Scientists are quietly tackling education issues, offering up new tools, new approaches and even a new discipline.

"New insights from many different fields are converging to create a new science of learning that may transform educational practices," begins a report led by Andrew Meltzoff, co-director of the University of Washington's Institute for Learning and Brain Sciences in Seattle. The review in the current Science journal makes the case that psychologists, neuroscientists, roboticists and teachers should create a new field that combines everything from how brains grow to how classrooms work into a new kind of learning research.
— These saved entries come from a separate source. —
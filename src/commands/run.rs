//! `vigil run`: load the plan, claim the output files, run every scenario, the search and the
//! groups, then write the outputs whole and compose the terminal report.

use super::AppError;
use crate::engine::ScenarioSummary;
use crate::evaluate::{self, RunOptions};
use crate::output::{CommitSet, Slot};
use crate::plan::Plan;
use crate::report;
use crate::workload::Workload;
use std::path::PathBuf;

/// Options of `vigil run`.
#[derive(Debug, Clone, Default)]
pub struct RunRequest {
    pub plan: PathBuf,
    pub csv: Option<PathBuf>,
    pub json: Option<PathBuf>,
    pub exact: bool,
    /// Overrides the plan's number of experiments (quick looks, tests).
    pub experiments: Option<u64>,
    /// Run even when the estimated work exceeds [`crate::workload::LIMIT_SECONDS`].
    pub allow_long_run: bool,
}

/// A loaded plan with its claimed output files, ready to run.
pub struct PreparedRun {
    pub plan: Plan,
    pub options: RunOptions,
    /// The estimated work (timed when large).
    pub workload: Workload,
    outputs: Outputs,
}

/// The claimed output files of a run, committed together.
struct Outputs {
    set: CommitSet,
    csv: Option<Slot>,
    json: Option<Slot>,
}

impl PreparedRun {
    /// What to tell the user before a long run starts, if anything.
    pub fn note(&self) -> Option<String> {
        self.workload
            .worth_noting()
            .then(|| report::workload_text::note(&self.workload))
    }

    /// Replicates the run will simulate (for a progress bar).
    pub fn total_replicates(&self) -> u64 {
        let groups = if !self.options.exact && self.plan.animals().is_some() {
            crate::groups::total_group_replicates(&self.plan)
        } else {
            0
        };
        evaluate::total_replicates(&self.plan, self.options) + groups
    }
}

/// Loads and checks everything that can fail before the long work starts.
pub fn prepare(req: &RunRequest) -> Result<PreparedRun, AppError> {
    let mut plan = Plan::load(&req.plan)?;
    if let Some(n) = req.experiments {
        plan = plan.with_experiments(n)?;
    }
    let options = RunOptions { exact: req.exact };
    evaluate::preflight(&plan, options)?;
    let mut set = CommitSet::new();
    set.input("plan", &req.plan);
    let csv = req
        .csv
        .as_ref()
        .map(|p| set.claim("--csv", p))
        .transpose()?;
    let json = req
        .json
        .as_ref()
        .map(|p| set.claim("--json", p))
        .transpose()?;
    let workload = crate::workload::estimate(&plan, options);
    if workload.over_limit() && !req.allow_long_run {
        return Err(AppError::Input(report::workload_text::refusal(&workload)));
    }
    Ok(PreparedRun {
        plan,
        options,
        workload,
        outputs: Outputs { set, csv, json },
    })
}

/// Everything a run computes: the scenario summaries, the searches and the groups.
pub struct RunResults {
    pub summaries: Vec<ScenarioSummary>,
    pub searches: Vec<crate::search::SearchResult>,
    pub groups: Option<crate::groups::GroupReport>,
}

/// Runs every scenario of the plan, the sample-size search and the groups.
pub fn results(
    plan: &Plan,
    options: RunOptions,
    progress: &(dyn Fn(u64) + Sync),
) -> Result<RunResults, AppError> {
    let summaries = evaluate::run_plan(plan, options, progress)?;
    // With [animals] the targets are judged at group level (the effort split), not for
    // one idealised animal.
    let searches =
        if plan.targets().any(plan.hypotheses()) && !options.exact && plan.animals().is_none() {
            crate::search::search_plan(plan, progress)?
        } else {
            Vec::new()
        };
    let groups = match (&plan.animals(), options.exact) {
        (Some(_), false) => Some(crate::groups::run_groups(plan, progress)?),
        _ => None,
    };
    Ok(RunResults {
        summaries,
        searches,
        groups,
    })
}

/// Runs a prepared plan, writes the output files whole and returns the terminal report.
pub fn execute(run: PreparedRun, progress: &(dyn Fn(u64) + Sync)) -> Result<String, AppError> {
    let plan = &run.plan;
    let RunResults {
        summaries,
        searches,
        groups,
    } = results(plan, run.options, progress)?;
    let advice = crate::analytic::advice::RunAdvice::of(plan, &summaries);
    let to_stdout = write_outputs(
        plan,
        &summaries,
        &searches,
        groups.as_ref(),
        &advice,
        run.outputs,
    )?;
    // An output named `-` takes standard output in place of the terminal report.
    match to_stdout {
        Some(bytes) => Ok(String::from_utf8_lossy(&bytes).into_owned()),
        None => Ok(report::terminal::render_run(
            plan,
            &summaries,
            &searches,
            groups.as_ref(),
            &advice,
        )),
    }
}

/// Renders every requested output, writes each to its temporary file, then commits them
/// together; returns the bytes of an output meant for standard output.
fn write_outputs(
    plan: &Plan,
    summaries: &[ScenarioSummary],
    searches: &[crate::search::SearchResult],
    groups: Option<&crate::groups::GroupReport>,
    advice: &crate::analytic::advice::RunAdvice,
    mut outputs: Outputs,
) -> Result<Option<Vec<u8>>, AppError> {
    if let Some(slot) = outputs.csv {
        let bytes = report::csv_out::render(plan, summaries)
            .map_err(|e| AppError::Internal(e.to_string()))?;
        outputs.set.write(slot, &bytes)?;
    }
    if let Some(slot) = outputs.json {
        let bytes = report::json_out::render(plan, summaries, searches, groups, advice)
            .map_err(|e| AppError::Internal(e.to_string()))?;
        outputs.set.write(slot, &bytes)?;
    }
    Ok(outputs.set.commit()?)
}
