//! `effort.csv`: the effort frontier, one row per design × frontier × simulated allocation
//! × driving test. `frontier` is `budget` (the most animals the budget buys at each trial
//! count) or `targets` (the fewest animals meeting every target at each trial count);
//! `best_for_budget`, `least_cost` and `fewest_animals` mark the chosen rows. Without a
//! driving test (half-width targets only) an allocation has one row, test columns empty.

use super::{figure, num, opt, write};
use crate::engine::Share;
use crate::groups::{Allocation, EffortSplit, GroupReport};

/// Column names, in order.
pub const COLUMNS: [&str; 28] = [
    "design",
    "frontier",
    "animals",
    "trials",
    "trials_per_animal",
    "cost",
    "cost_per_animal",
    "cost_per_trial",
    "budget",
    "test",
    "target",
    "approx_power",
    "power",
    "power_low",
    "power_high",
    "criterion_half_width",
    "criterion_half_width_mc_se",
    "d_prime_half_width",
    "d_prime_half_width_mc_se",
    "meets_targets",
    "animals_band",
    "best_for_budget",
    "least_cost",
    "fewest_animals",
    "one_fewer_animals",
    "one_fewer_power",
    "one_fewer_power_low",
    "one_fewer_power_high",
];

fn flag(b: Option<bool>) -> String {
    b.map_or_else(String::new, |b| b.to_string())
}

fn share_or_empty(s: Option<&Share>) -> [String; 3] {
    s.map_or_else(Default::default, super::share)
}

/// The rows of one frontier; `chosen(i)` gives the three marks of row `i`.
fn frontier_rows(
    design: &str,
    frontier: &str,
    split: &EffortSplit,
    allocations: &[Allocation],
    chosen: &dyn Fn(usize) -> [bool; 3],
    rows: &mut Vec<Vec<String>>,
) {
    let b = &split.budget;
    for (i, a) in allocations.iter().enumerate() {
        let tests: Vec<Option<usize>> = if split.goals.is_empty() {
            vec![None]
        } else {
            (0..split.goals.len()).map(Some).collect()
        };
        for t in tests {
            let goal = t.and_then(|k| split.goals.get(k));
            let mut row = vec![
                design.to_string(),
                frontier.to_string(),
                a.animals.to_string(),
                a.trials.to_string(),
                a.trials_per_animal.to_string(),
                num(a.cost),
                num(b.cost_per_animal),
                num(b.cost_per_trial),
                opt(b.total),
                goal.map_or_else(String::new, |g| g.name.clone()),
                opt(goal.and_then(|g| g.target)),
                opt(t.and_then(|k| a.approx_power.get(k).copied())),
            ];
            row.extend(share_or_empty(t.and_then(|k| a.power.get(k))));
            row.extend(figure(&a.criterion_half_width));
            row.extend(figure(&a.d_prime_half_width));
            row.push(flag(a.meets_targets));
            row.push(a.band.map_or_else(String::new, |n| n.to_string()));
            row.extend(chosen(i).map(|c| c.to_string()));
            let fewer = a.one_fewer.as_ref();
            row.push(fewer.map_or_else(String::new, |f| f.animals.to_string()));
            row.extend(share_or_empty(
                fewer.and_then(|f| t.and_then(|k| f.power.get(k))),
            ));
            rows.push(row);
        }
    }
}

pub fn render(groups: Option<&GroupReport>) -> Result<Vec<u8>, csv::Error> {
    let mut rows = Vec::new();
    for d in groups.map_or(&[][..], |g| &g.designs) {
        let Some(split) = &d.effort else {
            continue;
        };
        frontier_rows(
            &d.design,
            "budget",
            split,
            &split.budget_frontier,
            &|i| [split.best_for_budget == Some(i), false, false],
            &mut rows,
        );
        frontier_rows(
            &d.design,
            "targets",
            split,
            &split.target_frontier,
            &|i| {
                [
                    false,
                    split.least_cost == Some(i),
                    split.fewest_animals == Some(i),
                ]
            },
            &mut rows,
        );
    }
    write(&COLUMNS, &rows)
}
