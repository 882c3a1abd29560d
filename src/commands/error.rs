//! The failure of any command, and its documented exit code.

use crate::evaluate::RunError;
use crate::plan::PlanError;
use thiserror::Error;

/// Any failure of a command, with its exit code.
#[derive(Debug, Error)]
pub enum AppError {
    #[error("{0}")]
    Plan(#[from] PlanError),
    #[error("{0}")]
    Run(#[from] RunError),
    /// An output path refused before the work (exit 2) or a write failure after it (exit 1).
    #[error("{0}")]
    Output(#[from] crate::output::OutputError),
    #[error(
        "{path}: cannot write the report folder: {source}\n  allowed: a new folder, or one an earlier `vigil report` wrote, inside an existing, writable folder"
    )]
    OutputFolder {
        path: std::path::PathBuf,
        source: std::io::Error,
    },
    /// A bad command-line value, already worded with the option and what is allowed.
    #[error("{0}")]
    Input(String),
    #[error("{0}")]
    Groups(#[from] crate::groups::GroupError),
    #[error("{0}")]
    Shard(#[from] crate::shard::ShardError),
    #[error(
        "interrupted: {saved} of {total} chunks of simulated experiments are saved in the checkpoint {path}\n  resume: {resume}"
    )]
    Interrupted {
        path: std::path::PathBuf,
        saved: usize,
        total: usize,
        resume: String,
    },
    #[error("{0}")]
    /// Boxed: a located pilot-file error is large, and errors travel by value.
    Pilot(Box<crate::pilot::PilotError>),
    #[error("{0}")]
    Internal(String),
}

impl AppError {
    /// The documented exit code of this failure.
    pub fn exit_code(&self) -> i32 {
        match self {
            Self::Plan(_)
            | Self::Run(_)
            | Self::Input(_)
            | Self::Groups(_)
            | Self::OutputFolder { .. }
            | Self::Shard(_)
            | Self::Pilot(_) => 2,
            Self::Output(e) if e.is_bad_input() => 2,
            Self::Output(_) | Self::Internal(_) => 1,
            // The shell's code for a process stopped by SIGINT (128 + 2).
            Self::Interrupted { .. } => 130,
        }
    }
}

impl From<crate::pilot::PilotError> for AppError {
    fn from(e: crate::pilot::PilotError) -> Self {
        Self::Pilot(Box::new(e))
    }
}
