Series OutputFile::create_series(const std::string& group, const std::vector<ColumnInfo>& columns,
                                 int width, int rows_per_chunk, bool compress) {
  impl_->require_open("create_series");
  const std::string& file = impl_->temp_path;
  const hid_t root = impl_->file.get();
  TW_CHECK(valid_link_name(group), "invalid series name '" + group + "'");
  TW_CHECK(impl_->appending || !link_exists(root, group), "'" + group + "' already exists in " + file);
  for (const auto& s : impl_->series)
    TW_CHECK(s->group != group, "series '" + group + "' declared twice in " + file);
  TW_CHECK(!columns.empty(), "series '" + group + "' has no columns");
  TW_CHECK(width >= 1, "series '" + group + "' has width " + std::to_string(width));
  TW_CHECK(rows_per_chunk >= 1,
           "series '" + group + "' has rows_per_chunk " + std::to_string(rows_per_chunk));
  for (std::size_t i = 0; i < columns.size(); ++i) {
    const std::string& n = columns[i].name;
    TW_CHECK(valid_link_name(n) && n != "time" && n != "step",
             "invalid column name '" + n + "' in series '" + group + "'");
    for (std::size_t j = 0; j < i; ++j) {
      TW_CHECK(columns[j].name != n, "column '" + n + "' twice in series '" + group + "'");
    }
  }

  auto state = std::make_shared<Series::Impl>();
  state->file = file;
  state->group = group;
  state->width = width;
  state->rows_per_chunk = rows_per_chunk;
  if (impl_->appending) {
    const auto keep = impl_->resume_rows.find(group);
    if (keep == impl_->resume_rows.end())
      throw InputError("cannot continue the output '" + impl_->final_path + "': the checkpoint has no record of series '" +
                       group + "' (written by another version of tubewave?)");
    reopen_series(*state, root, columns, keep->second, impl_->final_path);
    state->column_buffers.resize(columns.size());
    impl_->series.push_back(state);
    Series s;
    s.impl_ = std::move(state);
    return s;
  }
  const std::string prefix = "/" + group + "/";
  state->group_handle = create_group(root, group, file, "/" + group);
  const hid_t g = state->group_handle.get();

  auto make = [&](const std::string& name, int rank, hid_t file_type, hsize_t chunk_rows,
                  bool deflate, const std::string& units,
                  const std::string& description) -> SeriesDataset {
    SeriesDataset d;
    d.object = prefix + name;
    d.rank = rank;
    const std::array<hsize_t, 2> dims{0, static_cast<hsize_t>(width)};
    const std::array<hsize_t, 2> max_dims{H5S_UNLIMITED, static_cast<hsize_t>(width)};
    const std::array<hsize_t, 2> chunk{chunk_rows, static_cast<hsize_t>(width)};
    Handle space = own(H5Screate_simple(rank, dims.data(), max_dims.data()), Kind::dataspace, file,
                       "create dataspace", d.object);
    Handle dcpl = own(H5Pcreate(H5P_DATASET_CREATE), Kind::plist, file, "create dataset properties",
                      d.object);
    check(H5Pset_chunk(dcpl.get(), rank, chunk.data()), file, "set chunking of", d.object);
    if (deflate) {
      check(H5Pset_shuffle(dcpl.get()), file, "set shuffle filter of", d.object);
      check(H5Pset_deflate(dcpl.get(), 4), file, "set deflate filter of", d.object);
    }
    d.ds = own(
        H5Dcreate2(g, name.c_str(), file_type, space.get(), H5P_DEFAULT, dcpl.get(), H5P_DEFAULT),
        Kind::dataset, file, "create dataset", d.object);
    write_units(d.ds.get(), units, description, file, d.object);
    return d;
  };

  const hsize_t axis_chunk =
      std::max<hsize_t>(static_cast<hsize_t>(rows_per_chunk), min_axis_chunk);
  state->time =
      make("time", 1, H5T_IEEE_F64LE, axis_chunk, false, impl_->time_unit, "simulation time of each row");
  state->step =
      make("step", 1, H5T_STD_I64LE, axis_chunk, false, "1", "time step index of each row");
  for (const ColumnInfo& c : columns) {
    state->columns.push_back(make(c.name, 2, H5T_IEEE_F64LE, static_cast<hsize_t>(rows_per_chunk),
                                  compress, c.units, c.description));
  }
  state->column_buffers.resize(columns.size());
  const std::size_t buffer_values =
      static_cast<std::size_t>(rows_per_chunk) * static_cast<std::size_t>(width);
  for (auto& b : state->column_buffers) b.reserve(buffer_values);
  state->time_buffer.reserve(static_cast<std::size_t>(rows_per_chunk));
  state->step_buffer.reserve(static_cast<std::size_t>(rows_per_chunk));

  impl_->series.push_back(state);
  Series s;
  s.impl_ = std::move(state);
  return s;
}

void OutputFile::flush() {
  impl_->require_open("flush");
  impl_->write_buffered_rows();
  impl_->flush_file();
}

void OutputFile::publish_partial(const std::string& message, long steps, real simulated_time,
                                 real wall_seconds) {
  impl_->require_open("publish_partial");
  Impl& im = *impl_;
  im.write_buffered_rows();
  im.flush_file();
  // The flushed file on disk is a consistent HDF5 file; copy it, mark the copy as a run in
  // progress, and put it in place atomically. The open file is not touched.
  const std::string copy = unique_temporary_name(im.final_path);
  try {
    copy_new_file(im.temp_path, copy);
    {
      Handle fapl = strong_close_fapl(copy);
      Handle f = own(H5Fopen(copy.c_str(), H5F_ACC_RDWR, fapl.get()), Kind::file, copy, "open");
      write_status(f.get(), "running", message, steps, simulated_time, wall_seconds, im.restarts, copy);
      check(f.close(), copy, "close");
    }
    replace_file(copy, im.final_path);
  } catch (...) {
    std::error_code ec;
    fs::remove(copy, ec);
    throw;
  }
}

void OutputFile::close_as(const std::string& outcome, const std::string& message, long steps,
                          real simulated_time, real wall_seconds) {
  impl_->require_open("close_as");
  TW_CHECK(outcome == "completed" || outcome == "failed" || outcome == "interrupted",
           "unknown outcome '" + outcome + "'");
  Impl& im = *impl_;
  const std::string& file = im.temp_path;
  const hid_t root = im.file.get();

  im.write_buffered_rows();
  write_status(root, outcome, message, steps, simulated_time, wall_seconds, im.restarts, file);
  for (auto& s : im.series) s->close();
  // Everything else reaches the disk before "complete" says so.
  im.flush_file();
  if (outcome == "completed") {
    set_complete(root, 1, file);
    im.flush_file();
  }
  check(im.file.close(), file, "close");
  replace_file(im.temp_path, im.final_path);
  im.closed = true;
}

}  // namespace tw::io
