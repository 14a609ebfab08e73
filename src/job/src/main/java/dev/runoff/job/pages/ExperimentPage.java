package dev.runoff.job.pages;

import dev.runoff.records.avro.ArmState;
import dev.runoff.records.avro.BetaParams;
import dev.runoff.records.avro.DecisionRecord;
import java.util.ArrayList;
import java.util.List;
import java.util.function.BiConsumer;
import java.util.function.ToDoubleBiFunction;

/**
 * The page at {@code /experiments/{id}} (for a browser): the weights and P(best) over the experiment's
 * decision records as SVG line charts, the per-arm table of the latest record, the
 * evidence against each losing arm ({@link EvidenceSection}), the stopping statistic against its threshold, and
 * the planner's prediction of the remaining traffic.
 *
 * <p>The page is a list of {@link #SECTIONS}, each drawing from the experiment's {@link ExperimentHistory}; a
 * further view of the same records is one more entry in that list.
 */
final class ExperimentPage {

    /** The sections of the page, in order. */
    private static final List<BiConsumer<StringBuilder, View>> SECTIONS = List.of(ExperimentPage::summary,
            ExperimentPage::charts, ExperimentPage::armTable, ExperimentPage::evidence, ExperimentPage::stopping,
            ExperimentPage::remaining);

    /**
     * What a section draws from.
     *
     * @param latest the latest decision record
     * @param points the chart points, oldest first
     */
    record View(DecisionRecord latest, List<DecisionPoint> points) {
    }

    private ExperimentPage() {
    }

    static String render(ExperimentHistory history, int refresh) {
        View view = new View(history.latest(), history.points());
        String id = view.latest().getExperimentId();
        StringBuilder b = new StringBuilder(16_384).append("<p><a href=\"/\">All experiments</a></p>\n<h1>Experiment ")
                .append(Html.escape(id)).append("</h1>\n");
        for (BiConsumer<StringBuilder, View> section : SECTIONS) {
            section.accept(b, view);
        }
        return Html.page("Experiment " + id, b.toString(), refresh);
    }

    private static void summary(StringBuilder b, View v) {
        DecisionRecord r = v.latest();
        b.append("<p>Status: <strong>").append(OverviewPage.status(r)).append("</strong>. Latest decision #")
                .append(r.getSequence()).append(" at ").append(Html.time(r.getStreamTime())).append(" UTC: ")
                .append(r.getDecision()).append(" (").append(Html.escape(r.getReason())).append("). Definition version ")
                .append(r.getDefinitionVersion()).append(", metric ").append(r.getDefinition().getMetric().getKind())
                .append(", allocation ").append(r.getAllocationRule()).append(", stopping rule ")
                .append(r.getStoppingRule()).append(" at delta ").append(r.getDelta()).append(".</p>\n")
                .append("<p class=\"note\">Charts cover ").append(v.points().size()).append(" decision records"
                + " (at most ").append(ExperimentHistory.MAX_POINTS).append(" kept; a longer run is thinned evenly). "
                + "The same state as JSON: this address with <code>Accept: application/json</code>.</p>\n");
    }

    private static void charts(StringBuilder b, View v) {
        List<String> arms = v.latest().getArms().stream().map(ArmState::getArm).toList();
        double[] xs = elapsed(v.points());
        String unit = unit(xs);
        double[] scaled = scale(xs, unit);
        String xLabel = "time since the first charted decision (" + unit + ")";
        b.append("<h2>Weights and P(best) over time</h2>\n")
                .append(LineChart.svg("weights", "Published weight per arm", xLabel, scaled, 1.0,
                        series(arms, v.points(), (p, arm) -> p.weight(arm))))
                .append('\n').append(LineChart.svg("pbest", "P(best) per arm", xLabel, scaled, 1.0,
                        series(arms, v.points(), (p, arm) -> p.alpha(arm)))).append('\n');
        if (v.points().stream().anyMatch(p -> p.statistic() != null && p.threshold() != null)) {
            double top = v.points().stream().mapToDouble(p -> Math.max(value(p.statistic()), value(p.threshold())))
                    .max().orElse(1);
            double[] stat = v.points().stream().mapToDouble(p -> orNaN(p.statistic())).toArray();
            double[] threshold = v.points().stream().mapToDouble(p -> orNaN(p.threshold())).toArray();
            b.append(LineChart.svg("stopping", "Stopping statistic and its threshold", xLabel, scaled,
                    top > 0 ? top * 1.1 : 1, List.of(new LineChart.Series("statistic", stat),
                            new LineChart.Series("threshold", threshold)))).append('\n');
        }
    }

    private static void armTable(StringBuilder b, View v) {
        DecisionRecord r = v.latest();
        boolean rates = r.getArms().get(0).getPosterior() instanceof BetaParams;
        b.append("<h2>Arms</h2>\n<table>\n<caption>Arms at decision #").append(r.getSequence())
                .append("</caption>\n<thead><tr><th scope=\"col\">Arm</th><th scope=\"col\">Trials</th>")
                .append(rates ? "<th scope=\"col\">Successes</th><th scope=\"col\">Rate</th>"
                        : "<th scope=\"col\">Mean</th>")
                .append("<th scope=\"col\">Pending units</th><th scope=\"col\">P(best)</th><th scope=\"col\">s.e."
                        + "</th><th scope=\"col\">Weight before guards</th><th scope=\"col\">Weight</th></tr></thead>\n"
                        + "<tbody>\n");
        ArmState leader = OverviewPage.leader(r);
        for (ArmState a : r.getArms()) {
            b.append("<tr><th scope=\"row\">").append(Html.escape(a.getArm())).append(a == leader ? " (leader)" : "")
                    .append(a.getSuspendedBy() == null ? ""
                            : " (suspended by " + Html.escape(a.getSuspendedBy()) + ")")
                    .append("</th><td class=\"n\">").append(Html.whole(a.getTrials())).append("</td>");
            if (rates) {
                long successes = a.getSuccesses() == null ? 0 : a.getSuccesses();
                b.append("<td class=\"n\">").append(Html.whole(successes)).append("</td><td class=\"n\">")
                        .append(a.getTrials() == 0 ? "\u2013" : Html.number(100.0 * successes / a.getTrials(), 2) + "%")
                        .append("</td>");
            } else {
                b.append("<td class=\"n\">").append(Html.number(a.getMean(), 4)).append("</td>");
            }
            b.append("<td class=\"n\">").append(a.getPending() == null ? "\u2013" : Html.whole(a.getPending()))
                    .append("</td><td class=\"n\">").append(Html.number(a.getAlpha(), 4)).append("</td><td class=\"n\">")
                    .append(Html.number(a.getAlphaStandardError(), 4)).append("</td><td class=\"n\">")
                    .append(Html.number(a.getWeightBeforeGuards(), 3)).append("</td><td class=\"n\">")
                    .append(Html.number(a.getWeight(), 3)).append("</td></tr>\n");
        }
        b.append("</tbody></table>\n");
    }

    private static void evidence(StringBuilder b, View v) {
        EvidenceSection.render(b, v.points());
    }

    private static void stopping(StringBuilder b, View v) {
        DecisionRecord r = v.latest();
        b.append("<h2>Stopping</h2>\n<p>");
        if (r.getStatistic() == null || r.getThreshold() == null) {
            b.append("The ").append(r.getStoppingRule()).append(" rule reported no statistic at this decision (")
                    .append(Html.escape(r.getReason())).append(").");
        } else {
            boolean reached = r.getStatistic() >= r.getThreshold();
            b.append("Statistic <strong>").append(Html.number(r.getStatistic(), 2)).append("</strong> ")
                    .append(reached ? "&ge;" : "&lt;").append(" threshold <strong>")
                    .append(Html.number(r.getThreshold(), 2)).append("</strong> (").append(r.getStoppingRule())
                    .append(" at delta ").append(r.getDelta()).append("): ").append(reached ? "threshold reached"
                            : "below the threshold, " + Html.number(100 * r.getStatistic() / r.getThreshold(), 0)
                            + "% of the way").append('.');
        }
        b.append("</p>\n");
    }

    private static void remaining(StringBuilder b, View v) {
        RemainingTraffic t = RemainingTraffic.of(v.latest());
        b.append("<h2>Predicted remaining traffic</h2>\n<p>");
        if (t.remaining() < 0) {
            b.append("No prediction: ").append(Html.escape(t.note())).append('.');
        } else {
            b.append("About <strong>").append(Html.whole(t.remaining())).append("</strong> more trials (predicted "
                    + "total ").append(Html.whole(t.predictedTotal())).append("; ")
                    .append(Html.escape(t.note())).append(").");
        }
        b.append("</p>\n<p class=\"note\">The planner's characteristic time T_w (Garivier and Kaufmann 2016) at the "
                + "current estimates, times the stopping threshold: a guide that moves as the estimates do.</p>\n");
    }

    private static List<LineChart.Series> series(List<String> arms, List<DecisionPoint> points,
                                                 ToDoubleBiFunction<DecisionPoint, String> value) {
        List<LineChart.Series> out = new ArrayList<>(arms.size());
        for (String arm : arms) {
            out.add(new LineChart.Series(arm, points.stream().mapToDouble(p -> value.applyAsDouble(p, arm)).toArray()));
        }
        return out;
    }

    private static double[] elapsed(List<DecisionPoint> points) {
        long first = points.isEmpty() ? 0 : points.get(0).streamTime();
        return points.stream().mapToDouble(p -> (p.streamTime() - first) / 1000.0).toArray();
    }

    private static String unit(double[] seconds) {
        double span = seconds.length == 0 ? 0 : seconds[seconds.length - 1];
        return span > 7200 ? "h" : span > 120 ? "min" : "s";
    }

    private static double[] scale(double[] seconds, String unit) {
        double per = switch (unit) {
            case "h" -> 3600;
            case "min" -> 60;
            default -> 1;
        };
        double[] out = new double[seconds.length];
        for (int i = 0; i < out.length; i++) {
            out[i] = seconds[i] / per;
        }
        return out;
    }

    private static double value(Double d) {
        return d == null || !Double.isFinite(d) ? 0 : d;
    }

    private static double orNaN(Double d) {
        return d == null ? Double.NaN : d;
    }
}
For example, a companion study in Science by John Gabrieli of the Massachusetts Institute of Technology shows how neuroscience and education researchers have teamed up to tackle dyslexia, a difficulty with reading and vocabulary that afflicts 5% to 17% of children. Behavioral and brain measures can identify dyslexic tendencies in infants and lead to teaching that can "prevent dyslexia from occurring in the majority of children who would otherwise develop dyslexia," the study states.

Politicians and educators increasingly worry about learning for all children, citing tests such as the 2007 Trends in International Mathematics and Science Study (TIMSS), which found U.S. fourth- and eighth-graders trailing Asian and European peers in science and math. In April, President Obama called on National Academy of Sciences members to "think about new and creative ways to engage young people in science and engineering" and announced an initiative to raise those TIMSS scores.

Three principles are espoused in the proposal for a field of learning research:

•Learning is computational. Even infants and toddlers possess innate capabilities to see and hear patterns, something psychologists doubted decades ago. Reinforcing those capabilities by teaching patterns early might sharpen kids' brains.

•Learning is social. People, even infants, learn better through social cues. We "most readily learn and re-enact an event when it is produced by a person," Meltzoff and colleagues write. "Social factors also play a role in life-long learning — new social technologies (for example, text messaging, Facebook, and Twitter) tap humans' drive for social communication," they add.

•Learning is driven by brain circuitry. Brain cells fired up during both perception and action overlap in people, which allows students to identify with their teachers and speeds learning.

"The young learn best from people in human social interaction. But one of the fundamental characteristics of the human mind is our flexibility and our inventiveness — our capacity to invent tools to amplify our own sensory and motor abilities," Meltzoff says by e-mail.

So, the researchers say, the goal for education in this century is to create teaching tools — such as robots, computer programs or science fairs — that produce the same benefits of the very best teaching situation, one-to-one tutoring.